JPH0582317B2 - - Google Patents

Description

[Detailed description of the invention]

OBJECT OF THE INVENTION [Industrial Application Field] The present invention relates to an improvement in a thermal transfer sheet, and more particularly, to a thermal transfer sheet that provides functions of matte printing, prevention of static electricity, and prevention of secret leakage. [Prior Art] When printing a computer or word processor using a thermal transfer method, a thermal transfer sheet is used, which has a base film and a heat-melting ink layer on one side. Conventional thermal transfer sheets use a 10 to 20 micron thick paper such as capacitor paper or paraffin paper, or a 3 to 20 micron thick plastic film such as polyester or cellophane as a base film, and add pigment to the wax. This product is manufactured by coating a layer of hot-melt ink containing a mixture of the following. However, prints or images recorded with a thermal printer are generally glossy. Although glossy printing is beautiful, it is not desirable in terms of readability, so it is desired to perform matte printing. If paper is used instead of plastic as the base film, the gloss of the print will be lower, but it is still insufficient, and plastic, especially polyester, can be made thinner (up to about 1.6μ).
Due to its high strength, it has recently become mainstream. For this reason, there is a strong demand for matte printing. Furthermore, when the base film is made of plastic, there are many problems in terms of handling and printing quality, such as the generation of static electricity that sticks to hands or attracts dust, and therefore requires antistatic treatment. Furthermore, if the ink in the area heated and printed by the thermal head bleeds off, it becomes readable and there is a risk of leaking confidential information. [Problems to be Solved by the Invention] An object of the present invention is to improve the above-mentioned drawbacks of the conventional heat-sensitive transfer sheets and to provide a heat-sensitive transfer sheet that provides functions of matte printing, prevention of static electricity, and prevention of secret leakage. be.
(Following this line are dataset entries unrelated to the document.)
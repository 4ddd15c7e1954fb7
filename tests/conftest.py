"""Shared fixtures: accounts per role, token clients, and a small invented catalogue.

The catalogue values that enter conversions are the published ones of
REFERENCES.md (Bessell, Castelli & Plez 1998 Table A2 for the Vega bands);
names and sites are invented.
"""

from __future__ import annotations

import io
from collections.abc import Callable
from typing import Any

import pytest
from astropy.utils import iers

iers.conf.auto_download = False
iers.conf.auto_max_age = None


@pytest.fixture(autouse=True)
def _fresh_cache() -> None:
    """Cached answers never cross tests (the cache outlives each test's transaction)."""
    from django.core.cache import cache

    cache.clear()


@pytest.fixture
def make_user(db: Any) -> Callable[..., Any]:
    from django.contrib.auth.models import Group, User

    def make(username: str, *groups: str, superuser: bool = False) -> User:
        if superuser:
            user = User.objects.create_superuser(username=username, password="pw-" + username)
        else:
            user = User.objects.create_user(username=username, password="pw-" + username)
        for g in groups:
            user.groups.add(Group.objects.get(name=g))
        return user

    return make


@pytest.fixture
def contributor(make_user: Callable[..., Any]) -> Any:
    return make_user("ada", "contributors")


@pytest.fixture
def other_contributor(make_user: Callable[..., Any]) -> Any:
    return make_user("bram", "contributors")


@pytest.fixture
def curator(make_user: Callable[..., Any]) -> Any:
    return make_user("cleo", "curators")


@pytest.fixture
def reader(make_user: Callable[..., Any]) -> Any:
    return make_user("dov")


@pytest.fixture
def superuser(make_user: Callable[..., Any]) -> Any:
    return make_user("root-admin", superuser=True)


@pytest.fixture
def client_for() -> Callable[[Any], Any]:
    from rest_framework.authtoken.models import Token
    from rest_framework.test import APIClient

    def make(user: Any | None) -> APIClient:
        c = APIClient()
        if user is not None:
            token, _ = Token.objects.get_or_create(user=user)
            c.credentials(HTTP_AUTHORIZATION=f"Token {token.key}")
        return c

    return make


@pytest.fixture
def catalogue(db: Any) -> dict[str, Any]:
    """An invented source, a ground and a space instrument, and bands of each kind."""
    from lcstore.models import Band, Instrument, Source

    src = Source.objects.create(
        slug="tarn-7",
        name="Tarn 7",
        aliases=["TRN J1000+2000"],
        ra=150.0,
        dec=20.0,
        redshift=0.3,
        ebv=0.1,
    )
    ground = Instrument.objects.create(
        slug="hollow-hill-1m",
        name="Hollow Hill 1.0 m",
        kind="ground",
        site_lon=-70.7,
        site_lat=-30.2,
        site_height=2200.0,
        default_time_format="jd",
        default_time_scale="utc",
        default_time_reference="TOPOCENTER",
    )
    space = Instrument.objects.create(
        slug="wren-lat",
        name="Wren gamma-ray imager",
        kind="space",
        default_time_format="met",
        default_time_scale="tt",
        default_time_reference="GEOCENTER",
        met_epoch=51910.0,
    )
    xray = Instrument.objects.create(
        slug="pika-xrt",
        name="Pika X-ray telescope",
        kind="space",
        default_time_format="mjd",
        default_time_scale="tt",
        default_time_reference="GEOCENTER",
    )
    # Vega zero points and effective wavelengths: Bessell, Castelli & Plez 1998, Table A2.
    v = Band.objects.create(
        slug="v",
        name="Johnson V",
        kind="flux_density",
        wavelength_eff=5450.0,
        mag_system="Vega",
        zero_point_jy=3636.0,
    )
    r = Band.objects.create(
        slug="r",
        name="Cousins R",
        kind="flux_density",
        wavelength_eff=6410.0,
        mag_system="Vega",
        zero_point_jy=3064.0,
    )
    gam = Band.objects.create(
        slug="gamma",
        name="gamma 0.1-300 GeV",
        kind="photon_flux",
        energy_min_kev=1e5,
        energy_max_kev=3e8,
        pivot_energy_kev=1e6,
        photon_index=2.4,
    )
    xr = Band.objects.create(
        slug="xray",
        name="X-ray 0.3-10 keV",
        kind="count_rate",
        energy_min_kev=0.3,
        energy_max_kev=10.0,
        photon_index=2.0,
        counts_to_energy_flux=4.0e-11,
    )
    return {
        "source": src,
        "ground": ground,
        "space": space,
        "xray_inst": xray,
        "v": v,
        "r": r,
        "gamma": gam,
        "xray": xr,
    }


@pytest.fixture
def upload_file() -> Callable[..., Any]:
    """POST a file to uploads/ the way a contributor's script does (multipart)."""

    def post(client: Any, content: bytes | str, name: str = "data.csv", **fields: Any) -> Any:
        if isinstance(content, str):
            content = content.encode()
        f = io.BytesIO(content)
        f.name = name
        return client.post("/api/v1/uploads/", {"file": f, **fields}, format="multipart")

    return post
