/** Module-private helpers. */
namespace Private {
  /** Decimal notation: digits with an optional point and exponent. */
  export const DECIMAL = /^[+-]?(?:\d+\.?\d*|\.\d+)(?:[eE][+-]?\d+)?$/;

  /** Infinity and not-a-number spellings (numpy's and pandas' text forms). */
  export const SPECIAL = /^([+-]?)(inf|infinity|nan)$/i;

  /** pandas' default true and false values, any case (pandas.read_csv `true_values`). */
  export const BOOLEAN = /^(true|false)$/i;

  /** A boolean column when every non-missing cell is True/False (and one at least is), else null. */
  export function booleanFromTextCells(name: string, cells: ArrayLike<string | null | undefined>): ICategoricalColumn | null {
    const n = cells.length;
    const codes = new Int32Array(n);
    let missing: Uint8Array | null = null;
    let present = 0;
    for (let i = 0; i < n; i++) {
      const cell = cells[i];
      if (isMissingCell(cell)) {
        missing ??= new Uint8Array(n);
        missing[i] = 1;
        codes[i] = -1;
        continue;
      }
      const value = parseBooleanCell(cell as string);
      if (value === undefined) {
        return null;
      }
      codes[i] = value ? 1 : 0;
      present++;
    }
    if (present === 0) {
      return null;
    }
    return { kind: 'categorical', name, dtype: 'bool', codes, categories: [...BOOLEAN_CATEGORIES], missing };
  }

  /**
   * One flag per row from the chunks' validity bitmaps (bit set = valid, starting at the
   * chunk's offset); `null` when no chunk has a null.
   */
  export function missingFromChunks(chunks: arrow.Data[]): Uint8Array | null {
    if (!chunks.some(chunk => chunk.nullCount > 0)) {
      return null;
    }
    const total = chunks.reduce((sum, chunk) => sum + chunk.length, 0);
    const missing = new Uint8Array(total);
    let at = 0;
    for (const chunk of chunks) {
      const bitmap = chunk.nullBitmap;
      if (chunk.nullCount > 0 && bitmap && bitmap.length > 0) {
        for (let i = 0; i < chunk.length; i++) {
          const pos = chunk.offset + i;
          missing[at + i] = ((bitmap[pos >> 3] >> (pos & 7)) & 1) ^ 1;
        }
      } else if (chunk.nullCount > 0 && chunk.nullCount === chunk.length) {
        // a chunk of nulls without a bitmap (Arrow's Null type or an all-null slice)
        missing.fill(1, at, at + chunk.length);
      }
      at += chunk.length;
    }
    return missing;
  }

  /** The dtype a typed array stands for. */
  export function typedArrayDtype(values: NumericArray): string {
    if (values instanceof Float64Array) return 'float64';
    if (values instanceof Float32Array) return 'float32';
    if (values instanceof Int8Array) return 'int8';
    if (values instanceof Int16Array) return 'int16';
    if (values instanceof Int32Array) return 'int32';
    if (values instanceof Uint8Array) return 'uint8';
    if (values instanceof Uint16Array) return 'uint16';
    if (values instanceof Uint32Array) return 'uint32';
    if (values instanceof BigInt64Array) return 'int64';
    return 'uint64';
  }

  /** The kind of one non-missing JS value, or `undefined` when no column can hold it. */
  export function valueKind(value: unknown): 'number' | 'bigint' | 'boolean' | 'string' | 'date' | undefined {
    switch (typeof value) {
      case 'number':
        return 'number';
      case 'bigint':
        return 'bigint';
      case 'boolean':
        return 'boolean';
      case 'string':
        return 'string';
      default:
        return value instanceof Date ? 'date' : undefined;
    }
  }
}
Structure of the Invention [Means for Solving the Problems] In the present invention, by incorporating conductive powder into the matte layer provided on the base film, and if necessary, changing the color of the matte layer. The above drawbacks of the prior art are solved by making the color the same as that of the hot-melt ink layer.The present invention provides a matte layer on the base film surface, and a matte layer on the matte layer. A heat-sensitive transfer sheet having a heat-melting ink layer that is peeled off from a matte layer, wherein the matte layer is made of the following components A, B, C A thermoplastic resin, or OH group, or COOH.
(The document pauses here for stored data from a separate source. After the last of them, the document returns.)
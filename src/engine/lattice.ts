/**
 * The lattice walk: the joint entropy of every multiplet up to a maximum order, in one
 * depth-first pass over subsets in lexicographic order (DESIGN.md §3).
 *
 * Each depth keeps one Int32 label array over its active rows. A child's labels are its parent's
 * combined with the new column's code (parent·K + code), renumbered densely in order of first
 * appearance, so each multiplet costs one pass over the rows still active. A row alone in its
 * cell stays alone in every superset and adds 0 to Σ n·ln n, so it is dropped below that node and
 * only counted; when every row is alone, every superset in the node's subtree has the same
 * partition and is filled without walking.
 *
 * Rows may carry weights (a table's distinct joint rows with their counts): a cell's count is
 * then the sum of its rows' weights, and a row alone in its cell keeps its weight w in every
 * superset, so it is dropped just the same and its cell counted as one of count w. Σ n·ln n and
 * the estimators' sums over cells do not depend on the order of the cells, so a table and its
 * weighted distinct rows, in any order, give the same entropies bit for bit.
 *
 * The subtree of multiplets whose smallest column is r ({@link walkSubtree}) depends on nothing
 * outside it, so a pool of workers can split the walk by first column and
 * {@link assembleLattice} puts the pieces together bit for bit as one walk would.
 */

import {
  countLogCountParts,
  countLogCountPartsOf,
  entropyNats,
  ICountCells,
  ICountSummary,
  joinParts,
  MAX_COUNT,
  needsCounts,
  sumCountLogCount
} from './estimators';
import { PolyadicError } from './errors';
import { denseCells, denseCost, fillDense, forEachDenseSubset, walkOrderPositions } from './marginals';
import {
  checkMultipletCount,
  createIndexing,
  DEFAULT_MAX_MULTIPLETS,
  forEachInSubtree,
  IMultipletIndexing,
  sliceOffset,
  sliceSize,
  subsetsUpTo,
  subtreeSize
} from './multiplets';
import type { EstimatorName } from './types';
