def quote_duckdb(name: str) -> str:
    """A DuckDB identifier in double quotes, inner quotes doubled (SQL's quoting)."""
    return '"' + name.replace('"', '""') + '"'


def quote_spark(name: str) -> str:
    """A Spark column name in backticks, inner backticks doubled (Spark SQL's quoting)."""
    return "`" + name.replace("`", "``") + "`"


# --- column kinds of the engines' types ----------------------------------------------------

_DUCKDB_NUMERIC = frozenset(
    "TINYINT SMALLINT INTEGER BIGINT HUGEINT UTINYINT USMALLINT UINTEGER UBIGINT UHUGEINT FLOAT DOUBLE".split()
)
_DUCKDB_INTEGERS = frozenset("TINYINT SMALLINT INTEGER BIGINT HUGEINT UTINYINT USMALLINT UINTEGER UBIGINT UHUGEINT".split())
#: Integer types whose values may not all be doubles exactly (beyond ±2^53).
_DUCKDB_WIDE = frozenset("BIGINT HUGEINT UBIGINT UHUGEINT".split())


def duckdb_column_kind(type_name: str) -> str:
    """The column kind of a DuckDB type, by its name (``str(type)``)."""
    name = type_name.upper()
    if name == "BOOLEAN":
        return "bool"
    if name in _DUCKDB_NUMERIC or name.startswith("DECIMAL"):
        return "numeric"
    if name == "VARCHAR":
        return "string"
    if name.startswith("ENUM"):
        return "categorical"
    if name == "DATE" or name.startswith("TIMESTAMP"):
        return "datetime"
    if name == "INTERVAL":
        return "timedelta"
    return "other"


def spark_column_kind(data_type: Any) -> str:
    """The column kind of a Spark ``DataType``."""
    from pyspark.sql import types as T

    if isinstance(data_type, T.BooleanType):
        return "bool"
    if isinstance(data_type, (T.ByteType, T.ShortType, T.IntegerType, T.LongType, T.FloatType, T.DoubleType, T.DecimalType)):
        return "numeric"
    string_types = tuple(getattr(T, n) for n in ("StringType", "VarcharType", "CharType") if hasattr(T, n))
    if isinstance(data_type, string_types):
        return "string"
    datetime_types = tuple(getattr(T, n) for n in ("DateType", "TimestampType", "TimestampNTZType") if hasattr(T, n))
    if isinstance(data_type, datetime_types):
        return "datetime"
    interval_types = tuple(getattr(T, n) for n in ("DayTimeIntervalType", "YearMonthIntervalType") if hasattr(T, n))
    if interval_types and isinstance(data_type, interval_types):
        return "timedelta"
    return "other"
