describe('multiplets', () => {
  describe('#multipletCount', () => {
    it('should count Σ C(n, k) exactly, beyond 2^53', () => {
      // 2^40 − 1 = 1099511627775 (all non-empty subsets of 40 columns).
      expect(multipletCount(40, 40)).toBe(1099511627775n);
      // C(10,1) + C(10,2) + C(10,3) = 10 + 45 + 120 = 175.
      expect(multipletCount(10, 3)).toBe(175n);
      expect(multipletCount(70, 70)).toBe(2n ** 70n - 1n);
    });
  });

  describe('#checkMultipletCount', () => {
    it('should refuse above the cap with the exact count and the largest order that fits', () => {
      // 40 columns: Σ_{k≤6} C(40,k) = 40 + 780 + 9880 + 91390 + 658008 + 3838380 = 4598478 ≤ 2^24,
      // and adding C(40,7) = 18643560 passes 2^24 = 16777216.
      expectPolyadic(
        () => checkMultipletCount(40, 40),
        'limit',
        /1,099,511,627,775 multiplets/,
        /16,777,216/,
        /largest maximum order that fits is 6/
      );
      expect(largestOrderWithin(40, 2 ** 24)).toBe(6);
      expect(checkMultipletCount(40, 6)).toBe(4598478);
    });

    it('should say so when not even single columns fit', () => {
      expectPolyadic(() => checkMultipletCount(5, 1, 3), 'limit', /not even single columns fit/);
    });
  });

  describe('#membersOfIndex', () => {
    it('should invert the index in both layouts', () => {
      for (const [n, m] of [
        [6, 6],
        [7, 3],
        [9, 1],
        [5, 4]
      ]) {
        const indexing = createIndexing(n, m);
        const seen = new Set<number>();
        const out = new Int32Array(m);
        let visited = 0;
        forEachMultiplet(indexing, (index, members, order) => {
          visited++;
          expect(index).toBeGreaterThan(0);
          expect(index).toBeLessThan(indexing.size);
          expect(seen.has(index)).toBe(false);
          seen.add(index);
          expect(membersOfIndex(indexing, index, out)).toBe(order);
          expect(Array.from(out.subarray(0, order))).toEqual(Array.from(members.subarray(0, order)));
          expect(orderOfIndex(indexing, index)).toBe(order);
          expect(indexOfColumns(indexing, Array.from(members.subarray(0, order)).reverse())).toBe(index);
        });
        expect(visited).toBe(Number(multipletCount(n, m)));
        expect(indexing.kind).toBe(m === n ? 'mask' : 'rank');
      }
    });

    it('should place a rank layout contiguously by order', () => {
      // 5 columns up to order 2: 1 empty + 5 singles + 10 pairs = 16 slots, pairs at 6 … 15.
      const indexing = createIndexing(5, 2);
      expect(indexing.size).toBe(16);
      expect(indexOfColumns(indexing, [0, 1])).toBe(6);
      expect(indexOfColumns(indexing, [3, 4])).toBe(15);
      expect(indexOfColumns(indexing, [0, 1, 2])).toBe(-1);
    });
  });
});
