/**
 * Assign values to bins as `numpy.histogram` does for arbitrary increasing edges: bin i holds
 * edges[i] ≤ x < edges[i + 1], the last bin also holds x = edges[last]. Returns −1 for a value
 * outside [edges[0], edges[last]].
 */
export function binIndexByEdges(edges: ArrayLike<number>, x: number): number {
  const last = edges.length - 1;
  if (!(x >= edges[0] && x <= edges[last])) {
    return -1;
  }
  if (x === edges[last]) {
    return last - 1;
  }
  // Largest i with edges[i] ≤ x.
  let lo = 0;
  let hi = last - 1;
  while (lo < hi) {
    const mid = (lo + hi + 1) >>> 1;
    if (edges[mid] <= x) {
      lo = mid;
    } else {
      hi = mid - 1;
    }
  }
  return lo;
}

/** The non-missing values of a numeric column, in row order. */
export interface IPresent {
  /** Row of each value. */
  rows: Int32Array;
  values: Float64Array;
  missingCount: number;
  firstMissingRow: number;
  /** numpy would see an integer dtype (the width rules then use a width of at least 1). */
  integer: boolean;
  /** A 64-bit integer beyond ±2^53 was rounded. */
  rounded: boolean;
}

const INTEGER_DTYPE = /^(u?int(8|16|32|64)?|bool)$/i;

/** Read the non-missing values of a numeric column as float64, in row order. */
export function presentValues(column: INumericColumn): IPresent {
  const source = column.values;
  const n = source.length;
  const missing = column.missing;
  // Type tags, not instanceof: typed arrays from another realm (a worker's structured clone,
  // jest's sandbox, an iframe) fail instanceof against this realm's constructors.
  const tag = Object.prototype.toString.call(source);
  const isBig = tag === '[object BigInt64Array]' || tag === '[object BigUint64Array]';
  const integer =
    !(tag === '[object Float64Array]' || tag === '[object Float32Array]') || INTEGER_DTYPE.test(column.dtype);
  const rows = new Int32Array(n);
  const values = new Float64Array(n);
  let count = 0;
  let missingCount = 0;
  let firstMissingRow = -1;
  let rounded = false;
  for (let i = 0; i < n; i++) {
    let value: number;
    if (isBig) {
      const big = (source as BigInt64Array | BigUint64Array)[i];
      value = Number(big);
      if (!rounded && (value > Number.MAX_SAFE_INTEGER || value < -Number.MAX_SAFE_INTEGER)) {
        rounded = BigInt(value) !== big;
      }
    } else {
      value = (source as Float64Array)[i];
    }
    if ((missing !== null && missing[i]) || Number.isNaN(value)) {
      missingCount++;
      if (firstMissingRow < 0) {
        firstMissingRow = i;
      }
      continue;
    }
    rows[count] = i;
    values[count] = value;
    count++;
  }
  return {
    rows: rows.subarray(0, count),
    values: values.subarray(0, count),
    missingCount,
    firstMissingRow,
    integer,
    rounded
  };
}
A resin obtained by adding a compound or diisocyanate having two or more amino groups to a thermoplastic resin having two or more amino groups, B a matting agent made of fine powder of an inorganic pigment, C a conductive powder, and the average matting depth of the matting layer is 0.15. ~
2 μ, and the surface resistance value of the mat layer is 10 ⁹ Ω.
This is a heat-sensitive transfer sheet characterized by the following. If it is necessary to prevent leakage of confidential information, the main idea is to make the color of the matte layer the same as the color of the heat-melting ink layer. As the base film, commonly used plastic films such as polyester, polypropylene, cellophane, acetate, and polycarbonate, and papers such as condenser paper and paraffin paper are used. Polyester film is most suitable. Hot-melt ink is prepared by blending a colorant with EVA, paraffin wax, carnauba wax, etc. Colorants include cyan, magenta,
In addition to colorants that form yellow and black,
Colorants of various other colors can also be used.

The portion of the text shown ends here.